- Television release poster
- Based on: Mother, May I Sleep with Danger? by Claire R. Jacobs
- Screenplay by: Amber Coney
- Story by: James Franco
- Directed by: Melanie Aitkenhead
- Starring: Leila George Emily Meade Nick Eversman Ivan Sergei Emma Rigby Tori Spelling James Franco
- Composer: James Iha
- Country of origin: United States
- Original language: English

Production
- Producer: Steven J. Brandman
- Cinematography: Christina Voros
- Editor: Sharidan Sotelo
- Running time: 86 minutes
- Production companies: The Sokolow Company Rabbit Bandini Productions

Original release
- Network: Lifetime
- Release: June 18, 2016

= Mother, May I Sleep with Danger? (2016 film) =

2016 US television thriller film by Melanie Aitkenhead

Mother, May I Sleep with Danger? is a 2016 American television thriller film directed by Melanie Aitkenhead, written by Amber Coney from a story by James Franco, who stars alongside Emily Meade, Tori Spelling, Leila George, and Ivan Sergei. It is a remake of the 1996 film Mother, May I Sleep with Danger?, reimagined as a lesbian vampire love story, with original actors Spelling and Sergei in different roles. Originally announced in December 2015, the film premiered on Lifetime on June 18, 2016.

==Plot==
It all starts one night when a girl named Pearl (Emily Meade) is invited to the house of a girl (Emma Rigby). She turns out to be a Nightwalker, a type of vampire that can not be harmed in daylight in their human form. After Pearl is bitten and stabs the girl in the heart, she starts to transform into a Nightwalker as the Nightwalker Queen (Zoe Sidel) and her minions give her a captive human as her first meal.

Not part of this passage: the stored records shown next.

def test_only_a_demand_solution_can_be_compared() -> None:
    project, solution, curves = solve(Chain())
    with pytest.raises(DomainError, match="only a demand solution"):
        compare(project, replace(solution, shift=float("nan")), curves)
    with pytest.raises(DomainError, match="point of comparison X"):
        compare(replace(project, supply=replace(project.supply, compare_at="X")), solution, curves)


def test_flow_at_20_psi_is_read_at_the_gauge() -> None:
    """NFPA 291: Qr = Qf (hr/hf)^0.54 with the drops as read at the gauge, whatever the height of the node.

    82 psi static, 54 psi at 956 gpm: 956 × (62/28)^0.54 = 1469 gpm. The curve uses 1/1.85, the handbook
    0.54 (0.1 % apart in the exponent): 5e-4 covers (62/28)^(1/1.85 − 0.54) = 1.00043.
    """
    by_hand = 956 * (62 / 28) ** 0.54
    for gauge in (3.0, -5.0, 60.0):
        rated = compared(Chain(tests=(flow_test(gauge=gauge),))).flow_at_20_psi
        assert rated is not None and rated / GPM == pytest.approx(by_hand, rel=5e-4)
    adjusted = compared(Chain(adjustments=(Adjustment("low supply", pressure=10 * PSI),)))
    assert adjusted.flow_at_20_psi is not None and adjusted.adjusted_flow_at_20_psi is not None
    assert adjusted.flow_at_20_psi / GPM == pytest.approx(by_hand, rel=5e-4)
    assert adjusted.adjusted_flow_at_20_psi / GPM == pytest.approx(956 * (52 / 28) ** 0.54, rel=5e-4)
    poorer = flow_test("U", static=70.0, residual=45.0, flow=700.0, gauge=12.0)
    lower = compared(Chain(tests=(flow_test(), poorer))).flow_at_20_psi
    assert lower is not None and lower / GPM == pytest.approx(700 * (50 / 25) ** 0.54, rel=5e-4)


def test_the_pitot_law_is_told_with_its_numbers() -> None:
    """NFPA 291: Q = 29.84 c d² √p; 29.84 × 0.9 × 6.25 × √27 = 872.2 gpm, by hand to the last digit.

    In L/min, mm and bar its factor is 0.6668 (29.84 × 3.785412 / 25.4² / √0.0689476, by hand).
    """
    flow = 29.84 * 0.9 * 6.25 * 27**0.5
    outlet = Outlet(2.5 * INCH, 0.9, 27 * PSI, hydrant="C-12")
    pumper = Outlet(4.0 * INCH, 0.9, 10 * PSI, 0.83)
    both = flow + 29.84 * 0.9 * 16 * 10**0.5 * 0.83
    test = replace(flow_test(), points=(TestPoint(54 * PSI, both * GPM, (outlet, pumper)),))
    steps = {step.step: step for step in compared(Chain(tests=(test,))).supply_steps}
    first = steps["T: flow of outlet 1 of C-12"]
    assert first.formula.fill(US.text) == "29.84 × 0.900 × (2.500 in)² × √(27.0 psi)"
    assert first.value / GPM == pytest.approx(872.2, abs=0.05)
    second = steps["T: flow of outlet 2"]
    assert second.formula.fill(US.text) == "29.84 × 0.900 × (4.000 in)² × √(10.0 psi) × 0.830"
    assert steps["T: flow of the test"].value / GPM == pytest.approx(both, rel=1e-9)
    metric = pitot_steps(test, "metric")[0]
    assert metric.formula.template.startswith("0.6668 × ") and metric.value == first.value


def test_a_test_without_outlets_has_no_pitot_step_and_a_tank_no_rating() -> None:
    assert pitot_steps(flow_test(), "us") == ()
    titles = [step.step for step in compared(Chain()).supply_steps]
    assert "Flow of T at 20 psi (1.38 bar), as measured" in titles
    assert not [title for title in titles if title.endswith("adjusted")]
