def test_c_factor_that_a_standard_does_not_list() -> None:
    with pytest.raises(NotInCatalogueError, match="EN 12845 lists no C-factor for plastic"):
        catalogue.c_factor("CPVC", "wet", "EN 12845 (2015)")
    with pytest.raises(NotInCatalogueError) as caught:
        catalogue.c_factor("steel schedule 40", "wett", "NFPA 13 (2022)")
    assert "wet" in caught.value.near
    with pytest.raises(NotInCatalogueError) as caught:
        catalogue.c_factor("steel schedule 40", "wet", "NFPA 31")
    assert "NFPA 13" in caught.value.near


@pytest.mark.parametrize(
    ("material", "feet"),
    [  # lmnoeng roughness table, ft
        ("steel schedule 40", 1.5e-4),
        ("galvanized steel schedule 40", 5e-4),
        ("cast iron", 8.5e-4),
        ("ductile iron PC350 bare", 4e-4),
        ("copper K", 5e-6),
        ("drawn tubing", 5e-6),
    ],
)
def test_roughness(material: str, feet: float) -> None:
    row = catalogue.roughness(material)
    assert row.value == pytest.approx(feet * 0.3048, rel=1e-12)
    assert row.source


def test_no_roughness_is_invented() -> None:
    with pytest.raises(NotInCatalogueError, match="give roughness"):
        catalogue.roughness("ductile iron class 52 lined")
    with pytest.raises(NotInCatalogueError):
        catalogue.roughness("glass")
    assert catalogue.roughness("CPVC").note, "a stand-in says so"


OWN = ExtraRows(
    bores=(
        BoreRow("thinwall", "1", 0.0285, source="listing"),
        BoreRow("thinwall", "20", 0.480, source="listing"),
        BoreRow("steel schedule 40", "2", 0.0530, source="measured"),
        BoreRow("steel schedule 40", "20", 0.478, source="measured"),
    ),
    c_factors=(
        CFactorRow("thinwall", 118, "listing"),
        CFactorRow("steel schedule 40", 90, "old pipe", system="dry", standard="NFPA 13"),
    ),
)


def test_own_rows_come_first() -> None:
    assert catalogue.find_bore("Thinwall", "1 in", OWN).source == "listing"
    assert catalogue.find_bore("sch 40 steel", "2", OWN).bore == 0.0530
    assert catalogue.find_bore("steel schedule 40", "DN 50", OWN).bore == 0.0530
    assert catalogue.find_bore("steel schedule 40", "3", OWN) == catalogue.find_bore(
        "steel schedule 40", "3"
    )
    assert len(catalogue.bores("steel schedule 40", OWN)) == len(catalogue.bores("steel schedule 40")) + 1
    assert catalogue.next_larger("steel schedule 40", 0.4, OWN).nominal == "20"
    assert catalogue.c_factor("thinwall", "wet", "EN 12845", OWN).value == 118
    assert catalogue.c_factor("schedule 40", "dry", "NFPA 13 (2022)", OWN).value == 90
    assert catalogue.c_factor("schedule 40", "wet", "NFPA 13 (2022)", OWN).value == 120
    assert catalogue.c_factor("schedule 40", "dry", "EN 12845", OWN).value == 120


def test_an_own_20_inch_size_is_not_dn_20() -> None:
    assert catalogue.find_bore("steel schedule 40", "20", OWN).bore == 0.478
    assert catalogue.find_bore("steel schedule 40", "3/4", OWN).bore == pytest.approx(0.824 * INCH)
    assert catalogue.find_bore("steel schedule 40", "DN 20", OWN).bore == pytest.approx(0.824 * INCH)


def test_an_own_material_is_near_a_misspelt_one() -> None:
    with pytest.raises(NotInCatalogueError) as caught:
        catalogue.find_bore("thinwal", "1", OWN)
    assert "thinwall" in caught.value.near
    with pytest.raises(NotInCatalogueError):
        catalogue.find_bore("thinwall", "1")
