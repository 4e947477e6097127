import { Dialog } from '../shell/Dialog'

/** The link to be copied by hand, where the browser does not let the page write to the clipboard. */
export function CopyLinkDialog({
  link,
  onClose,
}: {
  readonly link: string
  readonly onClose: () => void
}) {
  return (
    <Dialog heading="Copy this link" onClose={onClose}>
      <form method="dialog" className="stack">
        <p>
          The browser does not let the page use the clipboard. The link is selected: copy it from
          here.
        </p>
        <textarea
          aria-label="Link to this sheet"
          readOnly
          value={link}
          ref={(field) => field?.select()}
        />
        <div className="verbs">
          <button type="submit" className="verb main">
            Done
          </button>
        </div>
      </form>
    </Dialog>
  )
}
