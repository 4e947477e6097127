export { type AddressBar, browserAddress, keepAddress } from './address'
export { acceptDrops } from './drop'
export { LinkVerbs } from './LinkVerbs'
export { openFile, openLink } from './open'
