import type { Store } from '../store'
import { openFile, openLink } from './open'

/** Opens a file or a link that is dropped anywhere on the page. Returns what stops it. */
export function acceptDrops(store: Store): () => void {
  const onDragOver = (event: DragEvent) => {
    if (event.target instanceof HTMLInputElement || event.target instanceof HTMLTextAreaElement)
      return
    event.preventDefault()
  }
  const onDrop = (event: DragEvent) => {
    const [file] = event.dataTransfer?.files ?? []
    const text = event.dataTransfer?.getData('text/uri-list')
    if (!file && !text) return
    event.preventDefault()
    if (file) void openFile(store, file)
    else if (text) openLink(store, text)
  }
  document.addEventListener('dragover', onDragOver)
  document.addEventListener('drop', onDrop)
  return () => {
    document.removeEventListener('dragover', onDragOver)
    document.removeEventListener('drop', onDrop)
  }
}
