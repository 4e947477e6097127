import { useState } from 'react'
import { parseLink } from '../../sheet'
import { useKeeping } from '../keep'
import { Dialog } from '../shell/Dialog'
import { usePageStore } from '../store'
import { openFiles, openLink } from './open'

/** Opens a sheet from a pasted link, from whatever host it came, or from a saved file. */
export function OpenDialog({ onClose }: { readonly onClose: () => void }) {
  const store = usePageStore()
  const keeping = useKeeping()
  const [text, setText] = useState('')
  const [problem, setProblem] = useState<string>()

  const openText = () => {
    const result = parseLink(text)
    if (result.ok) {
      void openLink(store, keeping, text)
      onClose()
    } else {
      setProblem(result.errors[0]?.message ?? 'There is no sheet in this text.')
    }
  }

  return (
    <Dialog heading="Open a sheet" onClose={onClose}>
      <form
        className="stack"
        onSubmit={(event) => {
          event.preventDefault()
          openText()
        }}
      >
        <label htmlFor="link-to-open">
          Paste a link to a sheet. Only what stands after its # is read, and nothing is sent
          anywhere.
        </label>
        <textarea
          id="link-to-open"
          value={text}
          aria-invalid={problem !== undefined}
          aria-describedby={problem === undefined ? undefined : 'link-problem'}
          onChange={(event) => {
            setText(event.target.value)
            setProblem(undefined)
          }}
        />
        {problem !== undefined && (
          <p className="problem-text" id="link-problem" role="alert">
            {problem}
          </p>
        )}
        <div className="verbs">
          <button type="submit" className="verb main" disabled={text.trim() === ''}>
            Open the link
          </button>
          <label className="verb file">
            Choose a file
            <input
              type="file"
              multiple
              className="visually-hidden"
              accept=".svg,.json,.pdf,image/svg+xml,application/json,application/pdf"
              onChange={async (event) => {
                await openFiles(store, keeping, [...(event.target.files ?? [])])
                onClose()
              }}
            />
          </label>
          <button type="button" className="verb" onClick={onClose}>
            Cancel
          </button>
        </div>
        <p>
          A sheet saved to a file opens here again, and so do a drawing saved as SVG and a report
          saved as PDF, which carry their sheet: choose them, or drop them anywhere on the page.
        </p>
      </form>
    </Dialog>
  )
}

Sometime later, a college girl named Leah (Leila George) is working on a play run by its director (James Franco) and befriends Pearl and falls in love with her much to the dismay of her mother Julie (Tori Spelling). Leah learns that Pearl is a Nightwalker. Pearl's Nightwalker group that preys on abusive men and forcibly inducts women into their group by biting and then not eating them. The Nightwalker Queen has her sights set on Leah as the next member and wants Pearl to bite her, threatening to bite her herself if Pearl doesn't comply. There is a sexual component to biting as is discussed in a thematic English class' discussion of vampire novels Dracula and Twilight, characterizing the threat as one of rape.

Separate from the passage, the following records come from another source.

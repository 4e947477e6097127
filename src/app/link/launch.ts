import type { Keeping } from '../keep'
import type { Store } from '../store'
import { openFiles } from './open'

interface LaunchParameters {
  readonly files?: readonly FileSystemFileHandle[]
}

/** What a browser offers where the page is installed: files that the system hands to it. */
interface LaunchQueue {
  setConsumer(consumer: (parameters: LaunchParameters) => void): void
}

/** Opens the files with which the system starts the installed page, where there is such a thing. */
export function acceptLaunches(store: Store, keeping: Keeping): void {
  const { launchQueue }: { launchQueue?: LaunchQueue } = window as { launchQueue?: LaunchQueue }
  launchQueue?.setConsumer(async ({ files: handles = [] }) => {
    const files = await Promise.all(handles.map((handle) => handle.getFile()))
    if (files.length > 0) await openFiles(store, keeping, files)
  })
}
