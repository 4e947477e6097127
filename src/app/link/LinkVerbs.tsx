import { useState } from 'react'
import { emptySheet, serializeLink } from '../../sheet'
import { MySheetsVerb } from '../keep'
import { usePageStore } from '../store'
import { CopyLinkDialog } from './CopyLinkDialog'
import { OpenDialog } from './OpenDialog'

const warnedLength = 2_000

/** New sheet, open, and copy link: the ways in and out that need no file. */
export function LinkVerbs() {
  const store = usePageStore()
  const [opening, setOpening] = useState(false)
  const [refusedLink, setRefusedLink] = useState<string>()

  const copy = async () => {
    const { history, notify } = store.getState()
    const link = new URL(serializeLink(history.sheet), window.location.href).href
    try {
      await navigator.clipboard.writeText(link)
    } catch {
      setRefusedLink(link)
      return
    }
    const long =
      link.length > warnedLength
        ? ` It has ${link.length} characters, and some mail programs cut links above ${warnedLength}: send the saved drawing instead, which carries the sheet too.`
        : ''
    notify({ tone: 'news', text: `Link copied. Whoever opens it sees this sheet.${long}` })
  }

  return (
    <>
      <button
        type="button"
        className="verb"
        onClick={() => store.getState().open(emptySheet(), 'new', 'New sheet.')}
      >
        New sheet
      </button>
      <MySheetsVerb />
      <button type="button" className="verb" onClick={() => setOpening(true)}>
        Open
      </button>
      <button type="button" className="verb" onClick={copy}>
        Copy link
      </button>
      {opening && <OpenDialog onClose={() => setOpening(false)} />}
      {refusedLink !== undefined && (
        <CopyLinkDialog link={refusedLink} onClose={() => setRefusedLink(undefined)} />
      )}
    </>
  )
}
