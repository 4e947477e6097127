import { type Sheet, serializeLink } from '../../sheet'
import type { Store } from '../store'

/** The part of the browser that the link needs, so that a test can stand in for it. */
export interface AddressBar {
  readHash(): string
  /** Writes the fragment without a step in the browser's history; throws where the browser refuses. */
  replaceHash(hash: string): void
  /** Calls back with a fragment that someone pastes, whatever has been written over it since. */
  onHash(listener: (hash: string) => void): () => void
  /** Calls back when the page is about to go. */
  onLeave(listener: () => void): () => void
}

const pause = 400

/** A link longer than this is cut by some mail programs and refused by some address bars. */
export const longestAddress = 65_536

/**
 * Keeps the address in step with the sheet: one write for each committed edit, trailing, so that a
 * browser that limits writes is never overrun. What the browser refuses is tried again at the next
 * edit and when the page is left. Returns what stops it.
 */
export function keepAddress(
  store: Store,
  bar: AddressBar,
  onForeign: (hash: string) => void,
): () => void {
  let written: string | undefined = bar.readHash() || undefined
  let timer: ReturnType<typeof setTimeout> | undefined
  let pending: Sheet | undefined

  const flush = () => {
    clearTimeout(timer)
    timer = undefined
    if (!pending) return
    const link = serializeLink(pending)
    pending = undefined
    if (link.length > longestAddress) return
    written = link
    try {
      bar.replaceHash(link)
    } catch {
      pending = store.getState().history.sheet
    }
  }

  const schedule = (sheet: Sheet) => {
    pending = sheet
    clearTimeout(timer)
    timer = setTimeout(flush, pause)
  }

  // What was kept may be newer than what the address shows.
  if (store.getState().origin === 'kept') schedule(store.getState().history.sheet)
  const stopStore = store.subscribe((state, before) => {
    if (state.history.sheet !== before.history.sheet) schedule(state.history.sheet)
  })
  const stopHash = bar.onHash((hash) => {
    if (hash !== '' && hash !== written) {
      written = hash
      onForeign(hash)
    }
  })
  const stopLeave = bar.onLeave(flush)
  return () => {
    clearTimeout(timer)
    stopStore()
    stopHash()
    stopLeave()
  }
}

/** The browser's own address bar. */
export const browserAddress: AddressBar = {
  readHash: () => window.location.hash,
  replaceHash: (hash) => window.history.replaceState(window.history.state, '', hash),
  onHash: (listener) => {
    const tell = ({ newURL }: HashChangeEvent) => listener(new URL(newURL).hash)
    window.addEventListener('hashchange', tell)
    return () => window.removeEventListener('hashchange', tell)
  },
  onLeave: (listener) => {
    window.addEventListener('pagehide', listener)
    return () => window.removeEventListener('pagehide', listener)
  },
}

Julie tries to get Leah interested in dating a man named Bob Segal (Nick Eversman) who she knows to be attracted to Leah. Bob feels entitled to Leah as a long-time friend and is upset when Leah indicates contrary interest in women as a lesbian. He conspires with Julie to expose Pearl as a bad person to win Leah's heart. When this is ineffective, he spikes her drink with a date rape drug and attempts to rape her. The Nightwalkers attack him and start to eat him, but are interrupted allowing him to transform into a Nightwalker.

Now given enhanced abilities, Bob leads the Nightwalkers in an assault of Leah which disrupts the play she is in. Julie follows them to the graveyard and is killed by Bob when trying to rescue her. Leah takes vengeance by bludgeoning Bob to apparent death. Pearl apparently kills the other Nightwalkers by ripping the throat of one of them and blinding the other. After getting far away, Pearl states that she can protect Leah. A mourning Leah doesn't want that and asks her to turn her into a Nightwalker so that they can be together for eternity. Pearl does so and Leah becomes a Nightwalker.

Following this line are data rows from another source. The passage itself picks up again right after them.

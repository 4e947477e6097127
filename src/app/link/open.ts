import { parseLink, type SheetResult } from '../../sheet'
import type { Keeping } from '../keep'
import { openFiled, openLinked } from '../keep/open-kept'
import type { Store } from '../store'

/** Opens the sheet that a link carries. A link that cannot be read costs nothing and is said. */
export async function openLink(store: Store, keeping: Keeping, text: string): Promise<boolean> {
  const result = parseLink(text)
  if (result.ok) await openLinked(store, keeping, result.sheet)
  else refuse(store, [describeRefusal(result, 'This link')])
  return result.ok
}

/**
 * Opens the sheets in files: a sheet's own JSON, or a drawing or print that carries its sheet. The first of
 * several is shown, and all are kept; those that hold no sheet are named with the reason.
 */
export async function openFiles(
  store: Store,
  keeping: Keeping,
  files: readonly File[],
): Promise<void> {
  const { readFile } = await import('./read-file')
  const refusals: string[] = []
  let opened = 0
  for (const file of [...files].reverse()) {
    const result = await readFile(file)
    if (result.ok) {
      await openFiled(store, keeping, result.sheet)
      opened += 1
    } else refusals.unshift(describeRefusal(result, `“${file.name}”`))
  }
  if (refusals.length > 0) refuse(store, refusals)
  else if (opened > 1) {
    store.getState().notify({
      tone: 'news',
      text: `${opened} sheets opened. The first is shown, the others are in My sheets.`,
      offer: 'go-back',
    })
  }
}

function describeRefusal(result: SheetResult & { readonly ok: false }, what: string): string {
  const [first] = result.errors
  const where = first?.path ? ` (at ${first.path})` : ''
  const more =
    result.errors.length > 1 ? ` There are ${result.errors.length - 1} more such faults.` : ''
  return `${what} was not opened: ${first?.message ?? 'it holds no sheet.'}${where}${more}`
}

function refuse(store: Store, refusals: readonly string[]): void {
  const text = [...refusals, 'The sheet that was open is still here.'].join(' ')
  store.getState().notify({ tone: 'problem', text })
}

One year later, the Nightwalker gang is still active and heavily scarred where they are now influenced by Bob as they enter a Halloween party.

==Cast==
- Emily Meade as Pearl
- Leila George as Leah Lewisohn
- Nick Eversman as Bob Segal
- Ivan Sergei as Teacher
- Emma Rigby as Nightwalker
- Tori Spelling as Julie Lewisohn
- James Franco as Play Director
- Zoë Bleu as Nightwalker Queen
- Amber Coney as Sonté
- Gabrielle Haugh as Nightwalker Vampire
- Hadley Winn as Violet
- Christie Lynn Smith as Coral

==Reception==
The review consensus at Rotten Tomatoes for Mother, May I Sleep with Danger? had 62% of critics recommending the film, based on 13 reviews and an average rating of 5.4 out of 10. Mother, May I Sleep with Danger? was met with mixed reviews from critics noted at review aggregator Metacritic. This release received a weighted average score of 46 out of 100, based on 10 reviews. Sam Adams of Rolling Stone wrote a mostly favorable review, commenting that the film was "junk that knows it's junk" and that its "great feat is that it's a movie that manages to be both exploitative and progressive, in the way that Russ Meyer's movies feature strong female role models and also provide ample opportunity to peer down the front of busty young women's blouses." Daniel Fienberg of The Hollywood Reporter wrote that the film took itself too seriously in its first portion but that its third act "kicks into gear".